Task inputs Block Start
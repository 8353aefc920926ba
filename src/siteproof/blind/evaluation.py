"""Evaluation of heterogeneous-effect models: R-loss, GATES, BLP calibration, TOC/AUTOC/Qini (the cost-aware
gain curve is in :mod:`siteproof.blind.costcurve`).

Every function here is pure: arrays in, a result dataclass (with ``to_dict()``) out.  None of them fits a
model or computes a score from a model: the per-unit scores Γ (AIPW with the learned ê in the blind
analysis; design-based or oracle AIPW with the known site rates after unmasking, unbiased for τ(X, s) with
the known rates — docs/methods-unmask.md) and the propensity e are arguments.  The same call therefore gives the blind claim with (ê, blind Γ) and the design
value with (e_S, design Γ).  Every figure comes with a standard error and a 95% Wald interval.

The group, rank and cost statistics are linear in Γ for a fixed τ̂, so a paired blind − design difference
(docs/methods-sites-and-verdicts.md) is obtained by passing Γ_blind − Γ_design; :func:`rank_metric` also
accepts a 2-D Γ and keeps its bootstrap replicates, drawn once for all columns.

Formulas and references: docs/methods-heterogeneity.md.
"""

from __future__ import annotations

from dataclasses import dataclass
from typing import Any, Iterator

import numpy as np
from scipy import stats

from ..core.clusters import cluster_codes, cluster_half_samples
from ..core.checks import finite_vector, in_unit_interval, unit_vector, unit_vector_or_scalar
from ..core.errors import SiteproofError
from ..core.estimates import Estimate

RANK_KINDS = ("autoc", "qini")
_CHUNK_ELEMENTS = 1 << 22  # units × draws held in memory at once by the half-sample bootstrap


# --------------------------------------------------------------------------------------------------------
# input checks
# --------------------------------------------------------------------------------------------------------
def _trial_arrays(y: Any, w: Any, e: Any) -> tuple[np.ndarray, np.ndarray, np.ndarray]:
    """Outcome y and treatment w as per-unit vectors of one length, and the propensity e (a scalar is
    broadcast) strictly inside (0, 1)."""
    y = unit_vector("y", y)
    w = unit_vector("w", w, y.size)
    e = unit_vector_or_scalar("e", e, y.size)
    in_unit_interval("the propensity e", e, "clip e away from 0 and 1", strict=True)
    return y, w, e
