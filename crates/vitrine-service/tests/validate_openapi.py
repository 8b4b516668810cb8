"""Validates an OpenAPI document with openapi-spec-validator (PyPI).

Usage: python validate_openapi.py openapi.json
Exits non-zero, printing the reason, when the document is not valid OpenAPI 3.
"""

import json
import sys

from openapi_spec_validator import validate


def main() -> int:
    with open(sys.argv[1], encoding="utf-8") as handle:
        document = json.load(handle)
    validate(document)
    print(f"valid OpenAPI {document.get('openapi')}: {len(document.get('paths', {}))} paths")
    return 0


if __name__ == "__main__":
    sys.exit(main())
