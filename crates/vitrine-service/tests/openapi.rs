//! The OpenAPI document: valid OpenAPI 3 (checked by the
//! `openapi-spec-validator` package from PyPI) and equal to the checked-in
//! copy that clients and the page are written against.

use std::path::PathBuf;
use std::process::Command;

const REGENERATE: &str =
    "regenerate it with `VITRINE_UPDATE_OPENAPI=1 cargo test -p vitrine-service --test openapi` \
     (or `vitrine serve --print-openapi > crates/vitrine-service/openapi.json`)";

fn checked_in_path() -> PathBuf {
    PathBuf::from(env!("CARGO_MANIFEST_DIR")).join("openapi.json")
}

#[test]
fn document_equals_the_checked_in_copy() {
    let generated = format!("{}\n", vitrine_service::openapi_json());
    let path = checked_in_path();
    if std::env::var_os("VITRINE_UPDATE_OPENAPI").is_some() {
        std::fs::write(&path, &generated).expect("writing openapi.json");
        eprintln!("wrote {}", path.display());
        return;
    }
    let checked_in = std::fs::read_to_string(&path).unwrap_or_default();
    assert!(
        checked_in == generated,
        "{} differs from the document the code generates; {REGENERATE}",
        path.display()
    );
}

#[test]
fn document_is_valid_openapi() {
    let Some(python) = std::env::var_os("VITRINE_PYTHON") else {
        assert!(
            std::env::var_os("CI").is_none(),
            "CI must set VITRINE_PYTHON (tools/test-all does)"
        );
        eprintln!("notice: VITRINE_PYTHON is not set; skipping the OpenAPI validation (tools/test-all sets it)");
        return;
    };
    let dir = tempfile::tempdir().expect("a temporary folder");
    let document = dir.path().join("openapi.json");
    std::fs::write(&document, vitrine_service::openapi_json()).expect("writing the document");
    let script = PathBuf::from(env!("CARGO_MANIFEST_DIR")).join("tests/validate_openapi.py");
    let output = Command::new(python)
        .arg(&script)
        .arg(&document)
        .output()
        .expect("running the validator");
    assert!(
        output.status.success(),
        "openapi-spec-validator rejected the document:\n{}{}",
        String::from_utf8_lossy(&output.stdout),
        String::from_utf8_lossy(&output.stderr)
    );
}
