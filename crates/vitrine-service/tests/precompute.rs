//! A service computing its start-up reports in the background still answers
//! a search by upload at once: interactive requests never queue behind
//! background verification (which decodes and embeds every image of every
//! candidate pair).

mod support;

use anyhow::Result;
use serde_json::Value;
use support::*;

async fn precomputed_reports(client: &awc::Client, server: &RunningServer) -> Result<Value> {
    let status = send(
        client.get(server.url("/api/v1/collections/shop/status")),
        Body::Empty,
    )
    .await?;
    assert_eq!(status.status, 200);
    Ok(status.json()["precomputed_reports"].clone())
}

#[test]
fn uploads_are_answered_while_reports_are_computed() -> Result<()> {
    // About 45 images in near pairs: the first verified report embeds each
    // of them again, dozens of forward passes against one per search.
    let fixture = Fixture::with_extra_pictures(24)?;
    let settings = vitrine_service::ServeSettings {
        precompute: true,
        // Searches answer in well under a second; before background work had
        // threads of its own, a search could wait for a whole round of checks.
        request_timeout_s: 10,
        ..test_settings()
    };
    let server = RunningServer::start(fixture.config(settings))?;
    actix_web::rt::System::new().block_on(async {
        let client = client();
        let query = png_bytes(&picture(1, 7, 128));
        let mut answered_during_computation = 0;
        for attempt in 0.. {
            assert!(attempt < 2000, "the reports were never computed");
            let before = precomputed_reports(&client, &server).await?;
            let search = send(
                client.post(server.url("/api/v1/collections/shop/search?k=3")),
                Body::Raw("image/png".into(), query.clone()),
            )
            .await?;
            assert_eq!(
                search.status,
                200,
                "search while reports are {before}: {}",
                String::from_utf8_lossy(&search.bytes)
            );
            let after = precomputed_reports(&client, &server).await?;
            if before == "computing" && after == "computing" {
                answered_during_computation += 1;
                if answered_during_computation == 3 {
                    break;
                }
            }
            if after != "computing" && after != "queued" {
                assert_eq!(after, "ready", "the reports must be computed in the end");
                break;
            }
        }
        assert!(
            answered_during_computation > 0,
            "no search overlapped the background computation"
        );
        Ok(())
    })
}
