//! A bounded concurrent load (neighbour queries and searches by uploaded
//! image over 32 connections) while an index job writes the collection:
//! every request must succeed.

mod support;

use std::sync::atomic::{AtomicBool, AtomicUsize, Ordering};
use std::sync::Mutex;
use std::time::Instant;

use anyhow::Result;
use futures_util::future::join_all;
use support::*;

const CONNECTIONS: usize = 32;
const REQUESTS: usize = 2000;
/// One request in this many is a search by uploaded image (a forward pass).
const UPLOAD_EVERY: usize = 50;
const NEW_IMAGES: usize = 12;

#[test]
fn concurrent_queries_succeed_while_an_index_job_runs() -> Result<()> {
    let fixture = Fixture::new()?;
    let server = RunningServer::start(fixture.config(test_settings()))?;
    // New files for the rescan to embed while the load runs.
    let dir = fixture.root.join("train/extra");
    std::fs::create_dir_all(&dir)?;
    for i in 0..NEW_IMAGES {
        picture(i % 3, 100 + i as u32, 112).save(dir.join(format!("extra-{i}.png")))?;
    }
    let query_png = png_bytes(&picture(2, 77, 96));
    actix_web::rt::System::new().block_on(async {
        let client = client();
        let api = |path: &str| server.url(&format!("/api/v1/collections/shop{path}"));
        let rescan = send(
            client
                .post(api("/jobs/rescan"))
                .insert_header(("Authorization", format!("Bearer {TOKEN}"))),
            Body::Empty,
        )
        .await?;
        assert_eq!(rescan.status, 202);
        let job_id = rescan.json()["id"].as_u64().unwrap_or(0);

        let next = AtomicUsize::new(0);
        let failures = AtomicUsize::new(0);
        // When each request was sent and answered, and when the job was seen
        // running: a request overlapped the write job when a look at the job
        // between its sending and its answer saw it running.
        let spans = Mutex::new(Vec::new());
        let seen_running = Mutex::new(Vec::new());
        let load_done = AtomicBool::new(false);
        let started = Instant::now();
        let workers = (0..CONNECTIONS).map(|_| async {
            loop {
                let n = next.fetch_add(1, Ordering::Relaxed);
                if n >= REQUESTS {
                    break;
                }
                let sent = Instant::now();
                let answer = if n.is_multiple_of(UPLOAD_EVERY) {
                    send(client.post(api("/search?k=5")), Body::Raw("image/png".into(), query_png.clone())).await
                } else {
                    let id = fixture.ids[n % fixture.ids.len()];
                    send(client.get(api(&format!("/images/{id}/neighbours?k=5"))), Body::Empty).await
                };
                spans.lock().unwrap_or_else(|p| p.into_inner()).push((sent, Instant::now()));
                let ok = answer.as_ref().is_ok_and(|a| {
                    a.status == 200 && a.json()["hits"].as_array().is_some_and(|h| h.len() == 5)
                });
                if !ok {
                    failures.fetch_add(1, Ordering::Relaxed);
                    match answer {
                        Ok(a) => eprintln!("request {n}: {} {}", a.status, String::from_utf8_lossy(&a.bytes)),
                        Err(e) => eprintln!("request {n}: {e}"),
                    }
                }
            }
        });
        let load = async {
            join_all(workers).await;
            load_done.store(true, Ordering::SeqCst);
        };
        let watch = async {
            while !load_done.load(Ordering::SeqCst) {
                let job = send(client.get(api(&format!("/jobs/{job_id}"))), Body::Empty).await?.json();
                if job["state"] == "running" {
                    seen_running.lock().unwrap_or_else(|p| p.into_inner()).push(Instant::now());
                }
                actix_web::rt::time::sleep(std::time::Duration::from_millis(20)).await;
            }
            anyhow::Ok(())
        };
        let ((), watched) = futures_util::future::join(load, watch).await;
        watched?;
        let elapsed = started.elapsed().as_secs_f64();
        let spans = spans.into_inner().unwrap_or_else(|p| p.into_inner());
        let seen_running = seen_running.into_inner().unwrap_or_else(|p| p.into_inner());
        let overlapping = spans
            .iter()
            .filter(|(sent, answered)| seen_running.iter().any(|seen| sent <= seen && seen <= answered))
            .count();
        println!(
            "{REQUESTS} requests over {CONNECTIONS} connections in {elapsed:.1} s ({:.0}/s); {overlapping} answered across a moment the job was seen running",
            REQUESTS as f64 / elapsed,
        );
        assert_eq!(failures.load(Ordering::Relaxed), 0, "every request succeeds");
        assert!(overlapping > 0, "no request overlapped the running write job");
        let job = wait_for_job(&client, &server, job_id).await?;
        assert_eq!(job["state"], "succeeded", "{job}");
        assert_eq!(job["counts"]["new"], NEW_IMAGES);
        let status = send(client.get(api("/status")), Body::Empty).await?.json();
        assert_eq!(status["images"], fixture.ids.len() + NEW_IMAGES);
        anyhow::Ok(())
    })
}
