#[test]
fn every_endpoint_over_http() -> Result<()> {
    let fixture = Fixture::new()?;
    let server = RunningServer::start(fixture.config(test_settings()))?;
    actix_web::rt::System::new().block_on(async {
        let client = client();
        let get = |path: &str| send(client.get(server.url(path)), Body::Empty);
        let api = |path: &str| format!("/api/v1/collections/shop{path}");
        let n_images = fixture.ids.len();

        // Collections and status: counts against the files written.
        let list = get("/api/v1/collections").await?;
        assert_eq!(list.status, 200);
        assert_eq!(list.json()["collections"][0]["name"], "shop");
        let status = get(&api("/status")).await?.json();
        // 3 labels x 6 images + the leaked copy + 2 unsorted; broken.jpg fails.
        assert_eq!(status["images"], 21);
        assert_eq!(n_images, 21);
        assert_eq!(status["errors"], 1);
        assert_eq!(status["splits"]["train"], 12);
        assert_eq!(status["splits"]["val"], 7);
        assert_eq!(status["labels"]["(none)"], 2);
        assert_eq!(status["model"]["dimension"], 384);
        assert_eq!(status["model_loaded"], true);

        let errors = get(&api("/errors?page=1&per_page=10")).await?.json();
        assert_eq!(errors["total"], 1);
        assert_eq!(errors["items"][0]["path"], "train/lamp/broken.jpg");

        // Listing: filters and paging.
        let lamps = get(&api("/images?split=train&label=lamp")).await?.json();
        assert_eq!(lamps["total"], 4);
        let page2 = get(&api("/images?per_page=5&page=2")).await?.json();
        assert_eq!(page2["total"], 21);
        assert_eq!(page2["items"].as_array().map(Vec::len), Some(5));
        let prefixed = get(&api("/images?prefix=unsorted/")).await?.json();
        assert_eq!(prefixed["total"], 2);

        // Metadata against the file itself: BLAKE3 of its bytes (the blake3
        // crate's reference implementation) and dimensions (the image crate).
        let id = fixture.id_of("train/teapot/teapot-1.png");
        let file = fixture.root.join("train/teapot/teapot-1.png");
        let meta = get(&api(&format!("/images/{id}"))).await?.json();
        assert_eq!(meta["path"], "train/teapot/teapot-1.png");
        assert_eq!(meta["split"], "train");
        assert_eq!(meta["label"], "teapot");
        assert_eq!(meta["content_hash"], blake3::hash(&std::fs::read(&file)?).to_hex().as_str());
        assert_eq!(meta["byte_size"], std::fs::metadata(&file)?.len());
        let (w, h) = image::image_dimensions(&file)?;
        assert_eq!((meta["width"].as_u64(), meta["height"].as_u64()), (Some(w.into()), Some(h.into())));

        // Thumbnail: a JPEG (decoded by the image crate) whose longer side is
        // the requested size; a size over the cap is capped.
        let thumb = get(&api(&format!("/images/{id}/thumbnail?size=48"))).await?;
        assert_eq!(thumb.status, 200);
        assert_eq!(thumb.content_type, "image/jpeg");
        let decoded = image::load_from_memory_with_format(&thumb.bytes, image::ImageFormat::Jpeg)?;
        assert_eq!((decoded.width(), decoded.height()), (48, 48));
        let again = get(&api(&format!("/images/{id}/thumbnail?size=48"))).await?;
        assert_eq!(again.bytes, thumb.bytes, "the cached thumbnail is the same");
        let capped = get(&api(&format!("/images/{id}/thumbnail?size=100000"))).await?;
        let capped = image::load_from_memory(&capped.bytes)?;
        assert!(capped.width() <= 512, "thumbnail sizes are capped");

        // Neighbours against exact brute force over the stored embeddings.
        let row = fixture.ids.iter().position(|&i| i == id).expect("indexed");
        let expected = brute_force(&fixture, &fixture.embeddings[row], Some(id), 5);
        let hits = get(&api(&format!("/images/{id}/neighbours?k=5"))).await?.json();
        assert_eq!(ids_of(&hits), expected.iter().map(|(i, _)| *i).collect::<Vec<_>>());
        for (hit, (_, similarity)) in hits["hits"].as_array().into_iter().flatten().zip(&expected) {
            assert!((hit["similarity"].as_f64().unwrap_or(9.0) - f64::from(*similarity)).abs() < 1e-4);
        }
        let filtered = get(&api(&format!("/images/{id}/neighbours?k=50&split=val&label=lamp"))).await?.json();
        assert_eq!(ids_of(&filtered).len(), 2);
        assert!(filtered["hits"].as_array().into_iter().flatten().all(|h| h["split"] == "val" && h["label"] == "lamp"));

        // Search by vector: the stored embedding finds its own image first.
        let by_vector = send(
            client.post(server.url(&api("/search/vector"))),
            Body::Json(json!({"vector": fixture.embeddings[row], "k": 3})),
        )
        .await?
        .json();
        assert_eq!(ids_of(&by_vector)[0], id);

        // Search by image, raw and multipart: the indexed file itself is the
        // best hit with cosine similarity ~1.
        let bytes = std::fs::read(&file)?;
        let raw = send(
            client.post(server.url(&api("/search?k=3"))),
            Body::Raw("image/png".into(), bytes.clone()),
        )
        .await?;
        assert_eq!(raw.status, 200, "{}", String::from_utf8_lossy(&raw.bytes));
        let raw = raw.json();
        assert_eq!(raw["hits"][0]["id"], id);
        assert!(raw["hits"][0]["similarity"].as_f64().unwrap_or(0.0) > 0.999);
        let (content_type, form) = multipart(&[("file", "query.png", &bytes)]);
        let multi = send(client.post(server.url(&api("/search?k=3&split=train"))), Body::Raw(content_type, form)).await?;
        assert_eq!(multi.json()["hits"][0]["id"], id);

        // Duplicates: the byte copy forms a group of tier "bytes".
        let duplicates = get(&api("/duplicates")).await?.json();
        let copy_id = fixture.id_of("val/kettle/kettle-copy.png");
        let original_id = fixture.id_of("train/kettle/kettle-0.png");
        let group = duplicates["groups"]
            .as_array()
            .into_iter()
            .flatten()
            .find(|g| g["members"].as_array().into_iter().flatten().any(|m| m["id"] == copy_id))
            .expect("the copy is in a duplicate group");
        assert!(group["members"].as_array().into_iter().flatten().any(|m| m["id"] == original_id));
        assert!(duplicates["total"].as_u64() >= Some(1));
        // The model is loaded, so near pairs went through the finer check;
        // asked not to, the answer says so.
        assert_eq!(duplicates["verification"]["applied"], true, "{duplicates}");
        let unverified = get(&api("/duplicates?verify=false&threshold=0.95")).await?.json();
        assert_eq!(unverified["verification"]["applied"], false, "{unverified}");
        assert_eq!(unverified["threshold"], 0.95);

        // Leaks: the val copy leaks from train.
        let leaks = get(&api("/leaks?split=val&against=train")).await?.json();
        assert_eq!(leaks["reference_split"], "train");
        let leak = leaks["leaks"]
            .as_array()
            .into_iter()
            .flatten()
            .find(|l| l["id"] == copy_id)
            .expect("the copy leaks");
        assert_eq!(leak["tier"], "bytes");
        assert_eq!(leak["counterpart"]["id"], original_id);
        assert_eq!(leaks["summary"][0]["split"], "val");
        assert_eq!(leaks["summary"][0]["images"], 7);

        // Clusters: sizes add up to the collection; members page through one.
        let clusters = get(&api("/clusters?k=3&seed=1")).await?.json();
        assert_eq!(clusters["n_clusters"], 3);
        let sizes: Vec<u64> = clusters["clusters"].as_array().into_iter().flatten().filter_map(|c| c["size"].as_u64()).collect();
        assert_eq!(sizes.iter().sum::<u64>(), 21);
        let first = &clusters["clusters"][0];
        let members = get(&api(&format!("/clusters/{}?k=3&seed=1&per_page=100", first["index"]))).await?.json();
        assert_eq!(members["total"], first["size"]);
        assert_eq!(members["items"].as_array().map(Vec::len) as Option<usize>, first["size"].as_u64().map(|s| s as usize));

        // Labels: the two unsorted images get a judgement by either method,
        // the classifier's with its expected accuracy; suspects come with
        // counts for each of the three labels.
        let suggestions = get(&api("/labels/suggestions?min_confidence=0.5")).await?.json();
        assert_eq!(suggestions["total"], 2);
        assert_eq!(suggestions["method"], "classifier");
        assert_eq!(suggestions["cut"], 0.5);
        let voted = get(&api("/labels/suggestions?method=neighbour_vote&k=5")).await?.json();
        assert_eq!(voted["total"], 2);
        assert_eq!(voted["method"], "neighbour_vote");
        assert!(voted["expected_accuracy"].is_null());
        let suspects = get(&api("/labels/suspects")).await?;
        assert_eq!(suspects.status, 200);
        assert!(suspects.json()["items"].is_array());
        let per_label = suspects.json()["per_label"].clone();
        assert_eq!(per_label.as_array().map(Vec::len), Some(LABELS.len()), "{per_label}");
        for count in per_label.as_array().into_iter().flatten() {
            assert_eq!(count["labelled"], if count["label"] == "kettle" { 7 } else { 6 }, "{count}");
        }

        // Writes: rescan (nothing changed), then an upload, then reclustering.
        let bearer = ("Authorization", format!("Bearer {TOKEN}"));
        let rescan = send(client.post(server.url(&api("/jobs/rescan"))).insert_header(bearer.clone()), Body::Empty).await?;
        assert_eq!(rescan.status, 202);
        let job = wait_for_job(&client, &server, rescan.json()["id"].as_u64().unwrap_or(0)).await?;
        assert_eq!(job["state"], "succeeded", "{job}");
        assert_eq!(job["counts"]["unchanged"], 21);
        assert_eq!(job["counts"]["new"], 0);

        let new_picture = png_bytes(&picture(1, 40, 80));
        let (content_type, form) = multipart(&[("file", "new lamp!.png", &new_picture)]);
        let upload = send(
            client.post(server.url(&api("/images?split=train&label=lamp"))).insert_header(bearer.clone()),
            Body::Raw(content_type.clone(), form.clone()),
        )
        .await?;
        assert_eq!(upload.status, 202, "{}", String::from_utf8_lossy(&upload.bytes));
        let upload = upload.json();
        assert_eq!(upload["saved"][0], "uploads/train/lamp/newlamp.png");
        let job = wait_for_job(&client, &server, upload["job"]["id"].as_u64().unwrap_or(0)).await?;
        assert_eq!(job["state"], "succeeded", "{job}");
        assert_eq!(job["counts"]["new"], 1);
        // The same name again is saved beside it, never over it.
        let second = send(
            client.post(server.url(&api("/images?split=train&label=lamp"))).insert_header(bearer.clone()),
            Body::Raw(content_type, form),
        )
        .await?
        .json();
        assert_eq!(second["saved"][0], "uploads/train/lamp/newlamp-1.png");
        wait_for_job(&client, &server, second["job"]["id"].as_u64().unwrap_or(0)).await?;
        assert_eq!(std::fs::read(fixture.root.join("uploads/train/lamp/newlamp.png"))?, new_picture);
        let status = get(&api("/status")).await?.json();
        assert_eq!(status["images"], 23);
        let uploaded = get(&api("/images?prefix=uploads/")).await?.json();
        assert_eq!(uploaded["total"], 2);
        assert_eq!(uploaded["items"][0]["label"], "lamp");

        let recluster = send(client.post(server.url(&api("/jobs/clusters?k=2"))).insert_header(bearer), Body::Empty).await?;
        assert_eq!(recluster.status, 202);
        let job = wait_for_job(&client, &server, recluster.json()["id"].as_u64().unwrap_or(0)).await?;
        assert_eq!(job["state"], "succeeded");

        // System endpoints.
        assert_eq!(get("/healthz").await?.json()["status"], "ok");
        assert_eq!(get("/readyz").await?.json()["ready"], true);
        let metrics = String::from_utf8(get("/metrics").await?.bytes)?;
        assert!(metrics.contains("vitrine_http_requests_total{method=\"GET\",route=\"/api/v1/collections/{collection}/status\",status=\"200\"}"), "{metrics}");
        assert!(metrics.contains("vitrine_index_images{collection=\"shop\"} 23"));
        assert!(metrics.contains("vitrine_jobs{state=\"succeeded\"} 4"));
        let openapi = get("/openapi.json").await?.json();
        let expected: Value = serde_json::from_str(&vitrine_service::openapi_json())?;
        assert_eq!(openapi, expected);
        let page = get("/").await?;
        assert_eq!(page.status, 200);
        assert!(page.content_type.starts_with("text/html"));
        Ok(())
    })
}
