import { queryOptions, skipToken, useMutation, useQueryClient } from '@tanstack/react-query';
import { dyeAlongListSchema, type DyeAlong } from '@vatside/contracts/dye-alongs';
import { sessionDyeLogSchema } from '@vatside/contracts/dye-log';
import type { LiveState } from '@vatside/contracts/live';
import { currentLiveSchema } from '@vatside/contracts/live-now';
import { liveProgramSchema, liveSessionStartedSchema } from '@vatside/contracts/live-program';
import type { QuestionQueue } from '@vatside/contracts/questions';
import { apiGet, apiSend } from '@vatside/ui/api-client.ts';
import { studioApi } from '../../lib/studio-path.ts';

const liveKey = (slug: string) => ['live', slug] as const;

/** Dye-alongs a session can start from: drafts (rehearsal only), announced and live ones. */
const startableStatuses = ['announced', 'live', 'draft'] as const;

export const startableDyeAlongsQueryOptions = (slug: string) =>
  queryOptions({
    queryKey: [...liveKey(slug), 'startable'],
    queryFn: async ({ signal }): Promise<DyeAlong[]> => {
      // One request per status keeps this month's dye-along in view however long the history.
      const lists = await Promise.all(
        startableStatuses.map((status) =>
          apiGet(
            `${studioApi(slug, 'dye-alongs')}?status=${status}&limit=100`,
            dyeAlongListSchema,
            { signal },
          ),
        ),
      );
      return lists
        .flatMap((list) => list.items)
        .sort((a, b) => Date.parse(a.startsAt) - Date.parse(b.startsAt));
    },
  });

/** The studio's running public session, if any (rehearsals are never listed). */
export const currentLiveQueryOptions = (slug: string) =>
  queryOptions({
    queryKey: [...liveKey(slug), 'current'],
    queryFn: ({ signal }) => apiGet(studioApi(slug, 'live'), currentLiveSchema, { signal }),
  });

/** The run sheets of a session: fixed when it starts, so fetched once. */
export const liveProgramQueryOptions = (sessionId: string) =>
  queryOptions({
    queryKey: ['live-session', sessionId, 'program'],
    queryFn: ({ signal }) =>
      apiGet(`/api/live-sessions/${encodeURIComponent(sessionId)}/program`, liveProgramSchema, {
        signal,
      }),
    staleTime: Infinity,
  });

/**
 * The session's state as the socket last delivered it. Nothing fetches it: the join snapshot,
 * action replies and `live:state` pushes write it (see hooks/use-host-session.ts).
 */
export const liveStateQueryOptions = (sessionId: string) =>
  queryOptions<LiveState>({
    queryKey: ['live-session', sessionId, 'state'],
    queryFn: skipToken,
    staleTime: Infinity,
  });

/** How many phones follow the session; pushed by the server to the host. */
export const liveViewersQueryOptions = (sessionId: string) =>
  queryOptions<number>({
    queryKey: ['live-session', sessionId, 'viewers'],
    queryFn: skipToken,
    staleTime: Infinity,
  });

export type StartMode = 'live' | 'rehearsal';

export function useStartSession(slug: string) {
  const queryClient = useQueryClient();
  return useMutation({
    mutationFn: ({ dyeAlongId, mode }: { dyeAlongId: string; mode: StartMode }) =>
      apiSend(
        'POST',
        studioApi(slug, 'dye-alongs', dyeAlongId, 'live-sessions'),
        { mode },
        liveSessionStartedSchema,
      ),
    // Going live moves the dye-along on and opens a running session.
    onSuccess: () => queryClient.invalidateQueries({ queryKey: liveKey(slug) }),
  });
}

/** The viewer app's follow-along, as the server's `viewerPath` names it. */
export const viewerPathOf = (sessionId: string) => `/live/${encodeURIComponent(sessionId)}`;

/** The session's dye log (plan to prefill from, and every entry); refreshed on `dyeLog:changed`. */
export const dyeLogQueryOptions = (sessionId: string) =>
  queryOptions({
    queryKey: ['live-session', sessionId, 'dye-log'],
    queryFn: ({ signal }) =>
      apiGet(`/api/live-sessions/${encodeURIComponent(sessionId)}/dye-log`, sessionDyeLogSchema, {
        signal,
      }),
  });

/**
 * The question queue as the staff see it. Nothing fetches it: `questions:join` answers with it
 * and `questions:changed` pushes update it (see hooks/use-question-queue.ts).
 */
export const questionQueueQueryOptions = (sessionId: string) =>
  queryOptions<QuestionQueue>({
    queryKey: ['live-session', sessionId, 'questions'],
    queryFn: skipToken,
    staleTime: Infinity,
  });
Task inputs Block End
### [Work item]
Every line above that includes the word "fetches" should be listed.

### [Response to the task]
 * The session's state as the socket last delivered it. Nothing fetches it: the join snapshot,
 * The question queue as the staff see it. Nothing fetches it: `questions:join` answers with it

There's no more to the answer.